● WHAT TO PRODUCE
Below are the entries to work from; restate word for word the portion that opens with the line containing "caption: &str) ->" and closes with the line containing "let root = SVGBackend::with_string(&mut", keeping both.

● AVAILABLE RECORDS
/// Equity curves (cumulative P/L against the close date, UTC), with faint
/// vertical ticks at top-tier releases. Points are (instant in ms, P/L).
pub fn equity(curves: &[(&str, Vec<(i64, f64)>)], ticks_ms: &[i64], caption: &str) -> Res {
    use chrono::{DateTime, Utc};
    let at = |ms: i64| DateTime::<Utc>::from_timestamp_millis(ms).unwrap_or_default();
    let mut s = String::new();
    {
        let root = SVGBackend::with_string(&mut s, SIZE).into_drawing_area();
        root.fill(&WHITE).map_err(err)?;
        let instants = curves.iter().flat_map(|c| c.1.iter().map(|p| p.0));
        let (x0, x1) = (
            instants.clone().min().unwrap_or(0),
            instants.max().unwrap_or(0),
        );
        // At least a day wide, so that one day's trades still draw.
        let x1 = x1.max(x0 + crate::report::types::DAY_MS);
        let (y0, y1) = range(
            curves
                .iter()
                .flat_map(|c| c.1.iter().map(|p| p.1))
                .chain([0.0]),
        );
        let mut c = ChartBuilder::on(&root)
            .caption(caption, (FONT, 18))
            .margin(12)
            .x_label_area_size(36)
            .y_label_area_size(70)
            .build_cartesian_2d(at(x0)..at(x1), y0..y1)
            .map_err(err)?;
        let span_days = (x1 - x0) / crate::report::types::DAY_MS;
        let date_label = move |d: &DateTime<Utc>| {
            if span_days > 730 {
                d.format("%Y-%m").to_string()
            } else {
                d.format("%Y-%m-%d").to_string()
            }
        };
        c.configure_mesh()
            .x_desc("close date (UTC)")
            .x_labels(7)
            .x_label_formatter(&date_label)
            .y_desc("cumulative P/L")
            .y_label_formatter(&axis_number)
            .light_line_style(WHITE)
            .draw()
            .map_err(err)?;
        c.draw_series(
            thin(ticks_ms, 400)
                .into_iter()
                .filter(|t| *t >= x0 && *t <= x1)
                .map(|t| PathElement::new(vec![(at(t), y0), (at(t), y1)], TICK.mix(0.5))),
        )
        .map_err(err)?
        .label("top-tier release")
        .legend(|(x, y)| PathElement::new(vec![(x + 9, y - 6), (x + 9, y + 6)], TICK));
        for (i, (name, pts)) in curves.iter().enumerate() {
            let pts: Vec<(DateTime<Utc>, f64)> = thin(pts, 1500)
                .into_iter()
                .map(|(t, v)| (at(t), v))
                .collect();
            scenario_line(&mut c, i, name, pts)?;
        }
        c.configure_series_labels()
            .position(SeriesLabelPosition::UpperLeft)
            .background_style(WHITE.mix(0.9))
            .border_style(BLACK.mix(0.3))
            .draw()
            .map_err(err)?;
        root.present().map_err(err)?;
    }
    Ok(s)
}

● FINISHED TASK
pub fn equity(curves: &[(&str, Vec<(i64, f64)>)], ticks_ms: &[i64], caption: &str) -> Res {
    use chrono::{DateTime, Utc};
    let at = |ms: i64| DateTime::<Utc>::from_timestamp_millis(ms).unwrap_or_default();
    let mut s = String::new();
    {
        let root = SVGBackend::with_string(&mut s, SIZE).into_drawing_area();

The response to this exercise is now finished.